To address the challenge of balancing locality and global impact in knowledge editing for large language models (LLMs), this paper proposes an input-adaptive editing method based on subspace basis vectors. Its core innovation is Basis-level Fine-Tuning (BaFT), which abandons the conventional linear update assumption and instead introduces an input-conditioned nonlinear basis weighting mechanism, enabling precise localization and dynamic modification of knowledge within a learned subspace. BaFT supports efficient, scalable, and continual multi-step editing. Extensive experiments across three mainstream LLMs and five benchmarks—including MEMIT and ROME—demonstrate significant improvements: higher edit success rates, enhanced generalization preservation, and a 37% increase in edit locality. These results effectively alleviate the inherent trade-off between accuracy and locality in knowledge editing.
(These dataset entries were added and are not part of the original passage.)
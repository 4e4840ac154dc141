"""The text report: a record in, plain text out, byte for byte the same each time."""

from __future__ import annotations

from scantling.report import (
    dependence_section,
    limits_section,
    rows_section,
    sections,
    tails_section,
)
from scantling.report.first_screen import first_screen
from scantling.report.record import PlanReport, Report
from scantling.report.wording import PLAN_CAUTIONS, paragraph

NARROWEST = 80


def render(report: Report, width: int = 80) -> str:
    """Return the report as plain text.

    Parameters
    ----------
    report : Report
    width : int
        Columns of the page; at least 80, which the tables need.
    """
    width = max(width, NARROWEST)
    lines = first_screen(report, width)
    for section in (
        limits_section.reasons,
        sections.design,
        tails_section.tails,
        tails_section.worst_columns,
        tails_section.moments,
        dependence_section.variance,
        sections.structure,
        sections.signal,
        sections.law,
        limits_section.limits,
        limits_section.selection,
        rows_section.rows,
        limits_section.remedies,
        limits_section.cautions,
        sections.receipt,
    ):
        lines += section(report, width)
    return "\n".join(line.rstrip() for line in lines) + "\n"


def render_plan(report: PlanReport, width: int = 80) -> str:
    """Return the budget of a design on paper as plain text, like `render`."""
    width = max(width, NARROWEST)
    lines = first_screen(report, width)
    lines += ["", "The design as stated"]
    for fact in report.facts:
        lines += paragraph(fact, width)
    for section in (
        limits_section.reasons,
        limits_section.limits,
        limits_section.selection,
        rows_section.rows,
    ):
        lines += section(report, width)
    lines += sections.heading("Cautions")
    for caution in PLAN_CAUTIONS:
        lines += paragraph(caution, width)
    lines += sections.receipt_lines(report.receipt, width)
    return "\n".join(line.rstrip() for line in lines) + "\n"
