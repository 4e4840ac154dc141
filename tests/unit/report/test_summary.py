"""Several responses: the table, the names of their files, the line between their reports."""

from __future__ import annotations

import json
import math
import re
from dataclasses import replace
from types import SimpleNamespace
from typing import Any

import pytest
from hypothesis import example, given
from hypothesis import strategies as st

from scantling.core.estimate import Estimate
from scantling.errors import InputError
from scantling.planning.budget import Allowed
from scantling.report.summary import (
    ANSWERS,
    file_stems,
    json_list,
    most_severe,
    render_summary,
    separator,
)

MOST = 499_999
NAMES = st.text(st.characters(exclude_categories=["C", "Zl", "Zp"]), min_size=1, max_size=150)


def fake(
    answer: str = "over budget",
    allowed: Allowed | None = None,
    *,
    name: str = "y",
    asked: int = 390,
    binding: str | None = "noise",
    risk: float = 0.24,
) -> Any:
    """What the table looks at in a report."""
    found = allowed or Allowed(columns=23, low=9, high=61)
    data = SimpleNamespace(response=name)
    return SimpleNamespace(
        design=SimpleNamespace(title=f"Freight: {name}", data=data),
        verdict=SimpleNamespace(answer=answer),
        budget=SimpleNamespace(
            asked=asked,
            allowed=found,
            binding=binding,
            risk_at_design=Estimate(value=risk, low=risk, high=risk),
        ),
    )


def test_the_table_of_three() -> None:
    reports = [
        fake(name="spread_change"),
        fake("within budget", Allowed(columns=390, low=390, high=None, note="at least"),
             name="grain_price", binding=None, risk=0.0004),
        fake("no budget", Allowed(columns=None, low=None, high=None, note="no variance"),
             name="bunker_cost", binding=None, risk=math.pi / 4),
    ]  # fmt: skip
    stems = ["d-spread_change", "d-grain_price", "d-bunker_cost"]
    assert (
        render_summary(reports, stems)
        == """\
scantling: Freight (3 responses)
Verdict     NO BUDGET, the most severe: 1 no budget, 1 over budget and 1 within
            budget

Response             Verdict  Asked  Allowed (band)  Binds    Risk
spread_change    OVER BUDGET    390    23 (9 to 61)  noise    0.24
grain_price    WITHIN BUDGET    390            390+      -  <0.001
bunker_cost        NO BUDGET    390            none      -    0.79

Band: 90 %. Risk: break-through at the columns asked for. +: at least so many,
all that were examined.
In full (.txt and .json): d-spread_change, d-grain_price, d-bunker_cost
"""
    )


@pytest.mark.parametrize(
    ("allowed", "cell"),
    [
        (Allowed(columns=23, low=9, high=61), "23 (9 to 61)"),
        (Allowed(columns=0, low=0, high=0), "0 (0 to 0)"),
        (Allowed(columns=1390, low=300, high=None, note="at least"), "1,390+ (from 300)"),
        (Allowed(columns=1390, low=1390, high=None, note="at least"), "1,390+"),
        (Allowed(columns=700, low=300, high=None), "700 (from 300)"),
        (Allowed(columns=None, low=None, high=None, note="reason"), "unknown"),
    ],
)
def test_allowed_columns_in_a_cell(allowed: Allowed, cell: str) -> None:
    text = render_summary([fake("borderline", allowed, asked=1390), fake()], ["a", "b"])
    (row,) = [line for line in text.splitlines() if line.startswith("y") and "BORDERLINE" in line]
    assert f" {cell}  noise " in row
    # A mark is explained where it is used, and only there.
    assert ("+: at least" in text) is ("+" in cell)


@pytest.mark.parametrize("answer", ANSWERS)
def test_one_answer_for_all(answer: str) -> None:
    text = render_summary([fake(answer), fake(answer)], ["a", "b"])
    assert text.split("\n")[1] == f"Verdict     {answer.upper()}, all of them"


@pytest.mark.parametrize("worst", range(4))
def test_the_most_severe_stands_for_all(worst: int) -> None:
    some = [fake(ANSWERS[k]) for k in (0, worst, 0)]
    assert most_severe(some) == ANSWERS[worst]
    assert ANSWERS == ("within budget", "borderline", "over budget", "no budget")


@example(names=["n" * 90, "m"], columns=MOST, closed=True, answer="within budget")
@example(names=["n" * 90, "m"], columns=MOST, closed=False, answer="within budget")
@given(
    names=st.lists(NAMES, min_size=2, max_size=4),
    columns=st.integers(0, MOST),
    closed=st.booleans(),
    answer=st.sampled_from(ANSWERS),
)
def test_never_wider_than_a_page(names: list[str], columns: int, closed: bool, answer: str) -> None:
    high = columns if closed else None
    allowed = Allowed(columns=columns, low=max(0, columns - 1), high=high)
    if columns == MOST and not closed:
        allowed = replace(allowed, note="at least")
    reports = [
        fake(answer, allowed, name=name, asked=MOST, binding="stability", risk=1e-5)
        for name in names
    ]
    stems = [f"d-{place}" for place in range(len(names))]
    lines = render_summary(reports, stems).split("\n")
    assert max(map(len, lines)) <= 80
    head = next(place for place, line in enumerate(lines) if line.startswith("Resp"))
    assert all(answer.upper() in line for line in lines[head + 1 : head + 1 + len(names)])
    for place, name in enumerate(names, start=1):
        line, blank, rest = separator(place, len(names), name).split("\n")
        assert len(line) == 80 and line.startswith(f"===== {place} of ") and line.endswith("=")
        assert blank == rest == ""


@pytest.mark.parametrize(
    ("name", "safe"),
    [
        ("spread_change", "spread_change"),
        ("10y - 2y (bp)", "10y_-_2y_bp"),
        ("a/b", "a_b"),
        ("../../etc/passwd", ".._.._etc_passwd"),
        ("C:\\x", "C_x"),
        ("Größe", "Größe"),
        ("Gro\u0308sse", "Grösse"),
        ("%", "_"),
        ("n" * 200, "n" * 120),
    ],
)
def test_names_of_files(name: str, safe: str) -> None:
    assert file_stems("d", [name, "other"]) == (f"d-{safe}", "d-other")
    assert file_stems("d", [name]) == ("d",)


@pytest.mark.parametrize(
    ("one", "two"), [("a/b", "a b"), ("Rate", "rate"), ("%", "&"), ("n" * 130, "n" * 131)]
)
def test_two_responses_in_one_file_are_refused(one: str, two: str) -> None:
    with pytest.raises(InputError, match=r"would both be written as d-.*\.json; rename one"):
        file_stems("d", ["x", one, two])


@given(names=st.lists(NAMES, min_size=2, max_size=6, unique=True))
def test_names_of_files_are_safe_and_differ_or_are_refused(names: list[str]) -> None:
    try:
        stems = file_stems("d", names)
    except InputError:
        return
    assert len({stem.casefold() for stem in stems}) == len(names)
    for stem in stems:
        assert re.fullmatch(r"d-[\w.\-]+", stem) or all(c.isalnum() or c in "._-" for c in stem)
        assert len(f".{stem}.json.12345678".encode()) <= 255


def test_a_list_of_documents_is_one_document() -> None:
    parts = ['{\n  "a": 1\n}\n', '{\n  "a": 2\n}\n']
    assert json.loads(json_list(parts)) == [{"a": 1}, {"a": 2}]
    assert all(part.rstrip() in json_list(parts) for part in parts)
Large language models (LLMs) have achieved remarkable performance on various natural language tasks. However, they are trained on static corpora and their knowledge can become outdated quickly in the fast-changing world. This motivates the development of knowledge editing methods designed to update certain knowledge in LLMs without changing unrelated others. To make selective edits, previous efforts often sought to update a small amount of parameters in some specific layer(s) of a LLM. Nonetheless, in challenging scenarios, they still fall short in making successful edits while preserving knowledge irrelevant to the updates simultaneously, resulting in a notable editing-locality trade-off. In this work, we question if the trade-offs are caused by the fact that parameter-based updates have a global effect, i.e., edited parameters affect all inputs indiscriminately. In light of this, we explore the feasibility of representation fine-tuning, which applied some linear update to a few representations in a learned subspace, for knowledge editing. While being effective to enhance an LLM's general ability as demonstrated in the previous work, we theoretically show that this linear update imposes a tension in editing-locality trade-off. Subsequently, BaFT is proposed to break the linearity. BaFT computes a weight for each basis that spans a dimension of the subspace based on the input representation. This input-dependent weighting mechanism allows BaFT to manage different types of knowledge in an adaptive way, thereby achieving a better editing-locality trade-off. Experiments on three LLMs with five editing benchmarks in diverse scenarios show the superiority of our method.